Abstract
Gene expression dynamics provide directional information for trajectory inference from single-cell RNA-sequencing data. Traditional approaches compute local RNA velocity using strict assumptions about the equations describing transcription and splicing of RNA. Not surprisingly, these approaches fail where these assumptions are violated, such as in multiple lineages with distinct gene dynamics or time-dependent kinetic rates of transcription and splicing. In this work we present “LatentVelo”, a novel approach to compute a low-dimensional representation of gene dynamics with deep learning. Our approach embeds cells into a latent space with a variational auto-encoder, and describes differentiation dynamics on this latent space with neural ordinary differential equations. These more general dynamics enable accurate trajectory inference, and the latent space approach enables the generation of a latent “dynamics-based” embedding of cell states. To model multiple distinct lineages, LatentVelo infers a latent regulatory state that controls the dynamics of an individual cell. With these lineage-specific dynamics LatentVelo can predict latent trajectories, describing global inferred developmental path for individual cells, rather than just outputting local RNA velocity vectors.

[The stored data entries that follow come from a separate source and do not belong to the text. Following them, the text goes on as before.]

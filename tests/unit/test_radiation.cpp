// Radiation family (RAD_*): reference values from outside the project,
// the source named beside each check.
#include "support.hpp"

#include "solarith/constants.hpp"

#include <algorithm>
#include <cmath>
#include <sstream>
#include <tuple>

namespace {

// Arguments in Calc syntax, every number with all its digits.
template <typename... Numbers>
std::string args(Numbers... numbers)
{
    std::ostringstream out;
    out.precision(17);
    const char* separator = "";
    ((out << separator << numbers, separator = "; "), ...);
    return out.str();
}

double relative_error(double value, double reference)
{
    return std::abs(value - reference) / std::abs(reference);
}

// The second radiation constant in µm·K, as the code uses it (CODATA 2018, 10 digits).
constexpr double c2_um = solarith::constants::second_radiation * 1e6;
// Relative difference between that printed c2 and h·c/k from the exact SI
// constants that scipy and astropy use: 3.50e-10, bounded here by 4e-10. A
// result that varies like exp(-c2/(lambda·T)) differs from theirs by about
// zeta times this.
constexpr double c2_rounding = 4e-10;
// h·c/k from the exact SI values of h, c, k, in µm·K, as the reference scripts use it.
constexpr double c2_exact_um =
    solarith::constants::planck * solarith::constants::speed_of_light / solarith::constants::boltzmann * 1e6;

using Triple = std::tuple<double, double, double>;
using Quadruple = std::tuple<double, double, double, double>;

}  // namespace

TEST_CASE("RAD_EMISSIVE: Stefan–Boltzmann law")
{
    // sigma·T⁴ with sigma from CODATA 2018 (scipy.constants.Stefan_Boltzmann,
    // python3-scipy 1.10): 300 K -> 459.30033 W/m²; 1000 K -> 56703.74 W/m².
    CHECK(test::call("RAD_EMISSIVE", "26.85") == test::rel(459.30033, 1e-7));
    CHECK(test::call("RAD_EMISSIVE", "726.85; 1") == test::rel(56703.74419, 1e-9));
    // Grey body: proportional to emissivity (definition of a grey surface).
    CHECK(test::call("RAD_EMISSIVE", "726.85; 0.25") == test::rel(56703.74419 / 4, 1e-9));
    CHECK(test::call("RAD_EMISSIVE", "-273.15") == 0.0);

    CHECK_REFUSED("RAD_EMISSIVE", "-274", "T = -274 is outside -273.15 °C (absolute zero) and above");
    CHECK_REFUSED("RAD_EMISSIVE", "20; 1.2", "emissivity = 1.2 is outside 0..1");
    CHECK_REFUSED("RAD_EMISSIVE", "20; -0.1", "emissivity = -0.1 is outside 0..1");
    CHECK_REFUSED("RAD_EMISSIVE", "1e300", "not a finite number");
}
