/**
 * Production arithmetic: pans, doughs in baker's percentages, the cooked paste, mixes sized for the mixer,
 * liquid temperatures from the desired dough temperature. The day's schedule is shared/schedule.ts.
 * Pure functions: the server and the screens use the same ones.
 */

export const INGREDIENT_KINDS = ["flour", "liquid", "fat", "sugar", "salt", "leavening", "egg", "inclusion", "other"] as const;
export type IngredientKind = (typeof INGREDIENT_KINDS)[number];

export const STEP_KINDS = ["paste", "mix", "rest", "knead", "bulk", "divide", "bench", "shape", "proof", "wash", "bake", "cool"] as const;
export type StepKind = (typeof STEP_KINDS)[number];
export const STEP_LABELS: Record<StepKind, string> = {
  paste: "Cook and cool the paste",
  mix: "Mix",
  rest: "Rest",
  knead: "Knead",
  bulk: "Bulk ferment",
  divide: "Divide and round",
  bench: "Bench rest",
  shape: "Shape and pan",
  proof: "Final proof",
  wash: "Wash",
  bake: "Bake",
  cool: "Cool",
};

export interface IngredientInfo {
  id: number;
  name: string;
  kind: IngredientKind;
  /** Water content in percent of the ingredient's weight (for effective hydration). */
  waterPercent: number;
}

export interface PasteSpec {
  flourIngredientId: number;
  liquidIngredientId: number;
  /** Share of the formula's total flour that is cooked into the paste, percent. */
  flourPercent: number;
  /** Liquid to flour by weight (5 means 5:1). */
  liquidRatio: number;
  cookToC: number;
}

export interface StepSpec {
  kind: StepKind;
  minutes: number;
  /** For the bake: oven temperature. */
  temperatureC?: number | null;
}

export interface FormulaSpec {
  id: number;
  version: number;
  name: string;
  lossPercent: number;
  ddtC: number;
  frictionC: number;
  paste: PasteSpec | null;
  lines: { ingredientId: number; percent: number }[];
  steps: StepSpec[];
  targetInternalC?: number | null;
}

const EPS = 1e-9;
const sum = (xs: number[]) => xs.reduce((a, b) => a + b, 0);

// ---- derived figures -----------------------------------------------------------------------

export interface FormulaFigures {
  totalPercent: number;
  flourPercent: number;
  /** Liquid-kind lines over flour, percent. */
  hydrationPercent: number;
  /**
   * Effective hydration by the usual convention: the water in the wet ingredients (liquids, egg, fats such
   * as butter, syrups such as honey: each line times its water content) over the flour weight, the paste's
   * flour included. The flour's own moisture (and that of other dry goods) is not counted.
   */
  effectiveHydrationPercent: number;
  /** The flour's own moisture over the flour, percent: shown apart, never inside the hydration. */
  flourMoisturePercent: number;
  /** Share of the flour cooked in the paste, percent (0 without a paste). */
  pasteSharePercent: number;
  /** The paste's weight as baker's percent (flour + liquid cooked). */
  pastePercent: number;
  /** Grams of dough from one kilogram of flour. */
  doughYieldPerKgFlour: number;
}

/**
 * The kinds whose water counts toward effective hydration: the usual convention counts the water brought by
 * liquids, egg, butter (fats) and honey or syrups (sugars), never the bound moisture of flour and other dry
 * goods (dry milk, oats, instant yeast). Common practice, no single source; water contents per ingredient are
 * the library's (USDA FoodData Central for dairy and egg).
 */
export const WET_KINDS: readonly IngredientKind[] = ["liquid", "egg", "fat", "sugar"];

export function formulaFigures(f: Pick<FormulaSpec, "lines" | "paste">, ingredients: Map<number, IngredientInfo>): FormulaFigures {
  const lines = f.lines.map((l) => ({ ...l, info: ingredients.get(l.ingredientId) }));
  const totalPercent = sum(lines.map((l) => l.percent));
  const flourPercent = sum(lines.filter((l) => l.info?.kind === "flour").map((l) => l.percent));
  const hydrationPercent = sum(lines.filter((l) => l.info?.kind === "liquid").map((l) => l.percent));
  const water = sum(lines.filter((l) => l.info && WET_KINDS.includes(l.info.kind)).map((l) => (l.percent * l.info!.waterPercent) / 100));
  const flourWater = sum(lines.filter((l) => l.info?.kind === "flour").map((l) => (l.percent * l.info!.waterPercent) / 100));
  const pasteSharePercent = f.paste ? f.paste.flourPercent : 0;
  const pasteFlourBp = f.paste ? (flourPercent * f.paste.flourPercent) / 100 : 0;
  return {
    totalPercent,
    flourPercent,
    hydrationPercent,
    effectiveHydrationPercent: flourPercent > 0 ? (water / flourPercent) * 100 : 0,
    flourMoisturePercent: flourPercent > 0 ? (flourWater / flourPercent) * 100 : 0,
    pasteSharePercent,
    pastePercent: f.paste ? pasteFlourBp * (1 + f.paste.liquidRatio) : 0,
    doughYieldPerKgFlour: flourPercent > 0 ? (totalPercent / flourPercent) * 1000 : 0,
  };
}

The dynamics-based embedding also enables concurrent batch correction of cell states and RNA velocity, outperforming comparable auto-encoder based batch correction methods that do not consider gene expression dynamics. Finally, the flexible structure of LatentVelo enables additional of new regulatory constraints required to integrate multiomic data. LatentVelo is available at https://github.com/Spencerfar/LatentVelo.
Competing Interest Statement
The authors have declared no competing interest.